What is required
Find and copy every line in the records that includes the string "import".

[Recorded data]
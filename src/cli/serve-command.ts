/** `lagparity serve`: the command's options and help; the run code (`serve-run.ts`, with the HTTP server) is loaded when it runs. */
import type { Command } from 'commander';
import type { ServeCommandOptions } from './serve-run.js';

export function registerServe(program: Command): void {
  program
    .command('serve')
    .description('Run the solver as a local HTTP/1.1 JSON service for a matchmaker in any language.')
    .requiredOption('--model <file>', 'model file (lagparity/model@1); SIGHUP reloads it')
    .option('--rules <file>', 'rules file (lagparity/rules@1) for requests without rules; default: floor 1, cap 1.5')
    .option('--host <address>', 'address to listen on', '127.0.0.1')
    .option('--port <number>', 'port to listen on; 0 picks a free one', '8321')
    .option('--max-body-bytes <n>', 'largest request body (default and most: 16777216, the JSON file limit)')
    .option('--max-players <n>', 'most players in a lobby, pool or candidate (default and most: 256)')
    .option('--max-samples <n>', 'most latency samples per player (default and most: 4096)')
    .option('--max-candidates <n>', 'most candidate lobbies in one /v1/rank request (default and most: 10000)')
    .option('--request-timeout-ms <n>', 'longest time to receive a whole request (default 10000)')
    .addHelpText(
      'after',
      `
Routes: POST /v1/balance, /v1/audit, /v1/rank, /v1/server; GET /healthz, /readyz, /metrics,
/openapi.json. Once listening it prints one line with the URL to stderr; stdout carries one JSON
line per request and nothing else. SIGTERM drains and exits 0; SIGHUP reloads the model file.

It speaks plain HTTP with no authentication and listens on 127.0.0.1 unless told otherwise: put a
reverse proxy with TLS and authentication in front of it before opening it to a network
(docs/security.md).

Example:
  lagparity serve --model matches/model.json --rules matches/league-rules.json --port 8321
  curl -s localhost:8321/v1/balance -H 'content-type: application/json' \\
    -d "{\\"lobby\\": $(cat matches/even-5v5.lobby.json)}"

Exit codes: 0 stopped by SIGTERM or SIGINT; 2 bad options, a model or rules file that does not
load, or a port that cannot be opened.`,
    )
    .action(async (options: ServeCommandOptions) => {
      const { runServe } = await import('./serve-run.js');
      process.exitCode = await runServe(options);
    });
}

Answer to this task
import type { Command } from 'commander';
import type { ServeCommandOptions } from './serve-run.js';
      const { runServe } = await import('./serve-run.js');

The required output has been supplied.